The PT candidate for the presidency, Luiz Inácio Lula da Silva, has used the barbecue as a promise that the income and living conditions of the Brazilian population will improve if he gets his third term in the second presidential election round, the next day 30.
“When I talk about the barbecue, it’s because we’re going to go back, fix this country. And we’ll come back on the weekends to eat a barbecue and have a beer. They go crazy because he thinks that only he can. But we can and will want to eat a little barbecue”, he said, in the closing remarks of the debate at Band last Sunday (16) .
In 2019, the then candidate for the Argentine presidency Alberto Fernández, a supporter of Lula, also used the barbecue as a promise of better days.
In a video of the successful campaign to reach the Casa Rosada (then President Mauricio Macri would win), the Peronist politician and his vice-presidential candidate, Cristina Kirchner, showed an actor with a sad face looking at an unused barbecue, with paint cans and other objects inside, dusty and full of tree leaves.
“Look, we have thousands of problems, every day, but the weekend came and someone he said: ‘Oops, how about a barbecue?’”, said the voice of the announcer.
“The truth is that starting to lose these things… and I’m not talking about food. Barbecuing was something more, it was inviting people to your house, having friends over, having a laugh. What are we working for if not for that?”, added the advertisement, which ended with the message: “The good thing is that soon all this will get better. There is hope” – before showing the names of Fernández and Kirchner.
Three years later, the barbecue promised by the Peronist duo is increasingly distant from the Argentine table. A recent report by the Rosario Stock Exchange (BCR) pointed out that beef consumption was 47, 8 kilos per inhabitant in Argentina in 2021, the lowest since 1920.
In the year 2010, the average 44,9 kilos of beef consumed by each Argentine. In that year, beef represented 65% of the most consumed types of meat in the country; in 2021, it was in 44%.
With inflation swallowing the income and making it difficult to buy the product, the population of the neighboring country has to resort to other types of meat: the consumption of chicken meat has gone from 15% for 30% between 2000 and 2021, and pork, 8% for 15%.
“ For a long time, demand for beef in Argentina was characterized by a low income elasticity. In other words, the population did not change their meat consumption much when their income decreased. Thus, unlike other food consumptions, such as dairy products, beef consumption was independent of the level of average wages”, pointed out the BCR report.
However, in the last decade, this relationship became closer. “Meat consumption fell as the real purchasing power of the country’s average wage fell. In fact, if the correlation between these two variables is measured retroactively, 83% of the change in beef consumption since 2010 is explained due to variations in real wages”, highlighted the analysis.
A study by the Argentine Political Economy Center (Cepa) highlighted that the decrease in beef consumption, due to the substitution by other types of meat, is one of the reasons that for a year now, the inflation of the product has been below the general inflation in the country, which was 83% in September in the accumulated in 12 months.
But although the variation of beef was smaller , was still at a very high level: 67, 6% in 12 months.
The barbecue video of the 2019 campaign became a joke in society and in the Argentine press. In February of this year, in a news show on the LN+ channel, presenter Eduardo Feinmann joked when economic analyst Willy Laborda reported that the price of barbecue had risen by more than 200% during Fernández’s administration. .

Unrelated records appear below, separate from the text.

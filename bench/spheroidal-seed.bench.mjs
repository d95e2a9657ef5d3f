#!/usr/bin/env node
// Large-|c| seeds of the real spheroidal eigenvalue: the warm/bisection seed
// accepted for a cluster of eigenvalues (the pole-concentrated pairs at large
// |c|) against the dense eigen-solve it replaced. N random problems (s ∈ {0,
// ±1/2, ±1, ±2}, l ≤ |s| + 12, every m, 10 ≤ |c| ≤ 40), each cold
// (continuation off) and warm (the same mode solved at c(1 − 1e-9) first),
// in this build and in BASE (another built checkout): A compared bit for bit,
// and the share of solves that still take the dense route.
// Run: npx tsc -b && BASE=/path/to/checkout node bench/spheroidal-seed.bench.mjs [N]
import { join } from 'node:path';
import { pathToFileURL } from 'node:url';
import { benchDir, seededRandom } from './lib.mjs';

const N = Number(process.argv[2] ?? 3000);
const load = async (root) => import(pathToFileURL(join(root, 'packages/spheroidal/dist/index.js')).href);
const mine = await load(join(benchDir, '..'));
const base = process.env.BASE ? await load(process.env.BASE) : null;
const rand = seededRandom(97);
const spins = [0, 0.5, -0.5, 1, -1, 2, -2];
const problems = Array.from({ length: N }, () => {
  const s = spins[Math.floor(rand() * spins.length)];
  const l = Math.abs(s) + Math.floor(rand() * 13);
  const m = -l + Math.floor(rand() * (2 * l + 1));
  const c = (rand() < 0.5 ? -1 : 1) * (10 + 30 * rand());
  return { s, l, m, c };
});

function solve(lib, p, warm) {
  lib.clearSpheroidalCache();
  if (warm) lib.spheroidalEigenvalue({ ...p, c: p.c * (1 - 1e-9) });
  return lib.spheroidalEigenvalue(p, warm ? undefined : { continuation: false });
}

for (const warm of [false, true]) {
  let differ = 0;
  let worst = 0;
  const dense = { mine: 0, base: 0 };
  let cpuMine = 0;
  let cpuBase = 0;
  for (const p of problems) {
    let t0 = process.cpuUsage();
    const a = solve(mine, p, warm);
    let t = process.cpuUsage(t0);
    cpuMine += t.user + t.system;
    if (a.diagnostics.method.startsWith('spectral-dense')) dense.mine++;
    if (!base) continue;
    t0 = process.cpuUsage();
    const b = solve(base, p, warm);
    t = process.cpuUsage(t0);
    cpuBase += t.user + t.system;
    if (b.diagnostics.method.startsWith('spectral-dense')) dense.base++;
    if (!Object.is(a.A, b.A)) {
      differ++;
      const rel = Math.abs(a.A - b.A) / Math.max(1, Math.abs(b.A));
      if (rel > worst) worst = rel;
      if (differ <= 5)
        console.log(`  differs: ${JSON.stringify(p)} ${a.A} vs ${b.A} (${a.diagnostics.method} / ${b.diagnostics.method})`);
    }
  }
  console.log(
    `${warm ? 'warm' : 'cold'}: ${N} problems; dense route this build ${dense.mine}${base ? `, base ${dense.base}; A differs from base in ${differ} (largest ${worst.toExponential(2)} relative); CPU base/this ${(cpuBase / cpuMine).toFixed(2)}` : ''}`,
  );
}
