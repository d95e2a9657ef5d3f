// Accuracy and speed of schwarzschildGreybody over the required domain:
// spins 0, 1/2, 1, 2; l ≤ 6; 1e-3 ≤ Mω ≤ 5; rows with Γ ≥ 1e-30.
// Reference: one integration with step tolerance 1e-16, start radius
// 2M(1 + 0.05) and twice the matching radius (self-consistency, not an
// external check; the external one is test/reference-fixture.test.ts).
// Also prints the step-tolerance error model used by stepToleranceFor().
// Run from /work/main:  npx tsc -b && node packages/regge-wheeler/bench/accuracy.mjs
import { schwarzschildGreybody } from '../dist/index.js';
import { integrateOnce } from '../dist/internal.js';

const omegas = [1e-3, 3e-3, 0.01, 0.03, 0.1, 0.2, 0.3, 0.5, 0.8, 1.2, 2, 3, 5];
const spins = [0, 0.5, 1, 2];
let worst = { rel: 0 };
let worstEstimateRatio = 0;
const times = [];
let rows = 0;
for (const spin of spins) {
  for (let l = spin; l <= 6.5 && l - spin <= 6; l++) {
    for (const omega of omegas) {
      const t0 = performance.now();
      const r = schwarzschildGreybody({ field: { spin }, l, omega });
      times.push(performance.now() - t0);
      if (r.gamma < 1e-30) continue;
      const ref = integrateOnce(
        { field: { spin }, l, omega },
        { stepTolerance: 1e-16, startOffset: 0.05, matchRadius: 2 * r.diagnostics.matchRadius },
      );
      const rel = Math.abs(r.gamma / ref.gamma - 1);
      rows++;
      if (rel > worst.rel) worst = { rel, spin, l, omega, relError: r.diagnostics.errorEstimate };
      worstEstimateRatio = Math.max(worstEstimateRatio, rel / r.diagnostics.errorEstimate);
    }
  }
}
times.sort((a, b) => a - b);
console.log(`rows with Γ ≥ 1e-30: ${rows}`);
console.log(
  `largest |Γ/Γ_ref − 1| = ${worst.rel.toExponential(2)} at s=${worst.spin} l=${worst.l} Mω=${worst.omega} (its errorEstimate ${worst.relError?.toExponential(2)})`,
);
console.log(`largest (actual error)/(errorEstimate) = ${worstEstimateRatio.toFixed(3)}`);
console.log(
  `time per mode (both integrations), ms: median ${times[times.length >> 1].toFixed(1)}, 90% ${times[Math.floor(0.9 * times.length)].toFixed(1)}, max ${times[times.length - 1].toFixed(1)}`,
);

console.log('\nstep-tolerance model: relative error of Γ vs Cash–Karp step tolerance');
for (const [spin, l, omega] of [
  [0, 0, 5],
  [2, 6, 1.2],
  [1, 3, 0.8],
  [0.5, 2.5, 0.02],
]) {
  const ref = integrateOnce({ field: { spin }, l, omega }, { stepTolerance: 1e-16, startOffset: 0.1 });
  const line = [`s=${spin} l=${l} Mω=${omega}`];
  for (const st of [1e-10, 1e-12, 1e-14]) {
    const a = integrateOnce({ field: { spin }, l, omega }, { stepTolerance: st, startOffset: 0.15, matchRadius: 10 });
    line.push(`${st.toExponential(0)}: ${(a.gamma / ref.gamma - 1).toExponential(1)} (${a.steps} steps)`);
  }
  console.log(`  ${line.join(' | ')}`);
}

“Poor man, he still has the same cans, the same tree leaves inside the barbecue. And there’s no barbecue!”, he said, citing the character in the campaign video of 2019.
Despite the difficulties to buy the product, eating beef is so important to local identity that last year Argentina had the highest per capita consumption of food, with the United States and Brazil appearing in second and third place, respectively, in a survey by the Organization for Economic Cooperation and Development (OECD) carried out in 30 countries.